◆ **PROBLEM STATEMENT**
Identify all lines in the data containing the string "impactscope". Copy them out.

[Saved entries]
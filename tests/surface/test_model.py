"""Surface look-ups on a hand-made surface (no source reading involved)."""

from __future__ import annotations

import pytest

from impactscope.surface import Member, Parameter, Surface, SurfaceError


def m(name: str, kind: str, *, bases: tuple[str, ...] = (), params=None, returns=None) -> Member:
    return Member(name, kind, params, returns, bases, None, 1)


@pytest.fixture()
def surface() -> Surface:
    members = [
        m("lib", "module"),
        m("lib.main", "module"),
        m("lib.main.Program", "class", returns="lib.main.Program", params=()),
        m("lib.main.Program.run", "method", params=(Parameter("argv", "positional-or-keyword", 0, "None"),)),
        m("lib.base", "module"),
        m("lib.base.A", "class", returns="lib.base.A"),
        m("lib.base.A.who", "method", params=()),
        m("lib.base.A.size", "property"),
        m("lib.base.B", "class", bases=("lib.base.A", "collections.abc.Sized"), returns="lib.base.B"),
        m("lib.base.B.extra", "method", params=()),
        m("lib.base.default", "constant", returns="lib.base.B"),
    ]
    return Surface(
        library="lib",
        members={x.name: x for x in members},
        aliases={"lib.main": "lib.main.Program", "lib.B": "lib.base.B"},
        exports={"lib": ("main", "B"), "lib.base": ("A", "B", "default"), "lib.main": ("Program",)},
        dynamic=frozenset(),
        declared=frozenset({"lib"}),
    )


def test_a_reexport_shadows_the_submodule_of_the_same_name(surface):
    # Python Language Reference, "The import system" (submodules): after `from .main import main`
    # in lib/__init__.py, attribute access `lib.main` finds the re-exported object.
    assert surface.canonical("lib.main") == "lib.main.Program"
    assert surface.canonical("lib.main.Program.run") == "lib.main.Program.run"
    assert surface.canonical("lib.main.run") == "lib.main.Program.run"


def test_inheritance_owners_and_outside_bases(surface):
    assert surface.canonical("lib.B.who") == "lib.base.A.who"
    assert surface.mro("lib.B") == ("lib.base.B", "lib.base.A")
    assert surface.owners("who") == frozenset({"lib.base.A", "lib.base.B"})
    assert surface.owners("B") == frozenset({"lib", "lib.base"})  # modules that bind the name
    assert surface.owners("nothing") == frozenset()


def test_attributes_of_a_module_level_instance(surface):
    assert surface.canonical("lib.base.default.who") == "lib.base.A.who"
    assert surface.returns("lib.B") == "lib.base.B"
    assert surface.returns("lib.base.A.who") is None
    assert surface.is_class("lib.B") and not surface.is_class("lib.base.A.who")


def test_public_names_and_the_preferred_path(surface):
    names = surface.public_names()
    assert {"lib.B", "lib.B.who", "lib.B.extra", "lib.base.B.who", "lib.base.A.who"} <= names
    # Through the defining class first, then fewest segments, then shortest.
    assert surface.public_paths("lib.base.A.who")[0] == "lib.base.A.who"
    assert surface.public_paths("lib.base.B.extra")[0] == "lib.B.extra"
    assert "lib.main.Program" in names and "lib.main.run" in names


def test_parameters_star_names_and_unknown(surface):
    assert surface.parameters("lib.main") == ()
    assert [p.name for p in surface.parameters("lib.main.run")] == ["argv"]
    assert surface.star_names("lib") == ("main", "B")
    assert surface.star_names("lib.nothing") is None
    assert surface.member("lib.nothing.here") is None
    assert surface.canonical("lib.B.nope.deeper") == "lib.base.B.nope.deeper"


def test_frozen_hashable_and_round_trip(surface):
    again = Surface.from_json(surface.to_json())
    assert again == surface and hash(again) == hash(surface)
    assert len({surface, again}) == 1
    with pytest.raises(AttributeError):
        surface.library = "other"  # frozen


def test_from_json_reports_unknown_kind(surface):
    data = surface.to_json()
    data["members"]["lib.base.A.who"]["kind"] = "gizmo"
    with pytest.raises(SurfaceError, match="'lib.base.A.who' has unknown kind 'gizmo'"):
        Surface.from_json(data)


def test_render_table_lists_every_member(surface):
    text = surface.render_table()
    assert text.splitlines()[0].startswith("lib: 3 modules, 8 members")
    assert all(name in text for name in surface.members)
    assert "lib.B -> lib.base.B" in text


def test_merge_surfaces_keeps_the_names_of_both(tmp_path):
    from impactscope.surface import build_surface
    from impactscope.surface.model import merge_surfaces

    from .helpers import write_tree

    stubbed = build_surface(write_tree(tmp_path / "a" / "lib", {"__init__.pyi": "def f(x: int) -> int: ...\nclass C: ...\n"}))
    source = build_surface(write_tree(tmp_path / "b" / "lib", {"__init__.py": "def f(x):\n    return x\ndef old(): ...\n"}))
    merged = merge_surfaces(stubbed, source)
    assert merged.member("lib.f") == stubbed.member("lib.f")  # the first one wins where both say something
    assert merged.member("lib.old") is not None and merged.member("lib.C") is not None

◆ **WRITTEN ANSWER**
from impactscope.surface import Member, Parameter, Surface, SurfaceError
    from impactscope.surface import build_surface
    from impactscope.surface.model import merge_surfaces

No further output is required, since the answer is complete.